Menghilangkan Najis
Artikel ini merupakan artikel deskriptif umum tentang masalah fikih. |
Salat Wajib: Salat Jumat • Salat Id • Salat Ayat • Salat Mayit Ibadah-ibadah lainnya Hukum-hukum bersuci Hukum-hukum Perdata Hukum-hukum Keluarga Hukum-hukum Yudisial Hukum-hukum Ekonomi Hukum-hukum Lain Pranala Terkait |
Izalatun Najasah (bahasa Arab: إزالة النجاسة) berarti menghilangkan benda najis. Menghilangkan najis pada tubuh dan pakaian orang yang hendak mengerjakan salat dan tawaf, menghilangkan najis pada tempat sujud, masjid, Alquran, makam suci para imam maksum as, tubuh dan kafan mayit, serta anggota wudhu dan mandi wajib adalah wajib hukumnya namun tidak disyaratkan niat mendekatkan diri kepada Allah swt saat mengerjakannya.
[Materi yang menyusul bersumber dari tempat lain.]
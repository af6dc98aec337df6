package observe

// JoinReport tells what a join came to, beside the rows set aside, which are in Table.Aside.
type JoinReport struct {
	Sides  []SideReport // in the order of Join.Sides
	Absent []string     // keys of the places that no row has, sorted
	Added  int          // rows added for such places
}

// SideReport tells how one side matched.
type SideReport struct {
	Source       string   // name of the table
	Matched      int      // rows of the observations whose key it has
	WithoutMatch []string // keys of the observations that it lacks, sorted
	Unused       []string // its keys that no row of the observations has, sorted
	WithoutKey   int      // its rows that have no key
	Alike        []Alike  // keys it lacks that are written almost like one that it has and that matches, by Key
}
Menurut fatwa masyhur Fukaha Syiah, menghilangkan najis dari tubuh binatang termasuk salah satu dari hal-hal yang mensucikan. Apabila tubuh seekor binatang terkena najis, maka dengan menghilangkan benda najis yang menempel, tubuh binatang tersebut akan suci.
Definisi
Izalatun najasah adalah sebuah terminologi fikih yang berarti menghilangkan benda najis, yaitu sesuatu yang jika bersentuhan dengan salah satu dari 10 benda najis (darah, kencing, berak, air sperma, bangkai, anjing, babi, orang kafir, khamar, dan fuqqa') atau bersentuhan dengan mutanajjis (sesuatu yang menjadi najis karena bersentuhan dengan benda najis) maka menjadi najis. [1]
Kajian ini lebih sering dikupas dalam tema thaharah dan salat[2] yang dalam pengerjaannya tidak memerlukan syarat taqarrub.[3]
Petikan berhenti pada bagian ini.